Original Article

SARS-CoV-2 Infection in Intensive Care Unit Healthcare Workers in Turkey: A Tertiary Center Cohort Study


  • Sinan Uzman
  • Tulin Akarsu Ayazoglu

Received Date: 01.12.2020 Accepted Date: 28.01.2021 Med Bull Haseki 2021;59(2):103-107


Intensive care unit (ICU) workers have a greater risk of being infected due to procedures requiring intensive contact with the coronavirus disease-2019 (COVID-19 ) patient. We aimed to explain how we applied the protection of healthcare workers against the contagion of COVID-19 infection in the ICU of a university hospital.


The study was performed in ICUs of the Goztepe Training Research Hospital with 650 beds which was affiliated to Medeniyet University in Istanbul, Turkey. We recorded the number of COVID-19 patients. We also recorded ICU workers (doctor, nurse, and others), and their working layouts. The frequency of the contagion of severe acute respiratory syndrome coronavirus-2 (SARS-CoV-2) to ICU workers was investigated. We also evaluated precautions for the prevention and evaluated the arrangement of ICUs for COVID-19 patients.


Between March 17th 2020 and May 26th 2020 totaly, a total of 120 hospitalized COVID-19 patients were treated in ICUs. Laboratory confirmed COVID-19 was detected in only one health-care worker in ICUs.

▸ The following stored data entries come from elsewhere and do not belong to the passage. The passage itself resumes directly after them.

def _keep_covered(found: FollowedStack, straight: StraightField, number: FloatArray) -> FollowedStack | None:
    """Leave out boundaries in the corners of the frame, of which little is in the picture."""
    stack, position = found.stack, found.stack.position
    at = np.clip(np.rint(position).astype(int), 0, len(number) - 1)
    depth = straight.depth_start + found.first + position
    length = number[at] * np.maximum(1 - straight.frame.curvature * depth, 0.0)
    enough = np.flatnonzero(length >= LEAST_COVERAGE * length.max())
    keep = slice(int(enough[0]), int(enough[-1]) + 1)
    if keep.stop - keep.start < 2:
        return None
    if keep.start == 0 and keep.stop == len(position):
        return found
    fit = stack.fit
    levels = slice(keep.start, keep.stop + 1)
    fit = replace(
        fit, position=position[keep], best_position=fit.best_position[keep], level=fit.level[levels],
        covariance=fit.covariance[keep, keep],
    )  # fmt: skip
    traces = found.traces
    traces = replace(
        traces, raw=traces.raw[keep], smooth=traces.smooth[keep], apart=traces.apart[keep], u=traces.u[keep],
        valid=traces.valid[keep],
    )  # fmt: skip
    return replace(
        found, stack=replace(stack, fit=fit, phase=stack.phase[levels]), traces=traces, depth=found.depth[keep],
        normal=found.normal[keep], cosine=found.cosine[keep], valid=found.valid[keep],
        terminations=found.terminations[keep],
    )  # fmt: skip


def _slope(depth: FloatArray, step: float, reach: int) -> FloatArray:
    """Slope along the stations over ``reach`` stations to either side (fewer at the ends)."""
    stations = depth.shape[1]
    at = np.arange(stations)
    left, right = np.maximum(at - reach, 0), np.minimum(at + reach, stations - 1)
    out: FloatArray = (depth[:, right] - depth[:, left]) / (np.maximum(right - left, 1) * step)
    return out


__all__ = ["FollowedStack", "RoughnessModel", "follow_layers", "mean_profile", "usable_depth"]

Our experience showed that the correct and proper use of personal protective equipment according to the protocols are effective in protecting ICU workers against the contagion of SARS-CoV-2.

Keywords: COVID-19, SARS-CoV-2, intensive care unit, health-care workers, personal protective equipment


Since the first case of coronavirus disease-2019 (COVID-19) was identified in Istanbul city of Turkey on March 9th, 2020, healthcare workers have been battling against the COVID-19 caused by a new type of coronavirus, severe acute respiratory syndrome coronavirus 2 (SARS-CoV-2) (1). After which despite all the efforts, the number of cases increased exponentially and more than one hundred fifty thousand new cases of COVID-19 were diagnosed until May 19th. Besides that Ministry of Health has been reported that 4199 patients died due to this infection as of May 19th in Turkey (Figure 1).

Healthcare workers are at high risk for the contagion of COVID-19 infection. The National Health Commission of China has been reported that 1,716 (3.8% of laboratory-confirmed cases) health-care workers had been infected with the COVID-19 infection on February 14th 2020 (2). The number of infected health-care workers increased rapidly to 3387, as of 25 February 2020 (3). As of April 30th, The Turkish Minister of Health announced that the number of infected health workers was 7428 (6.18% of laboratory-confirmed cases) (4).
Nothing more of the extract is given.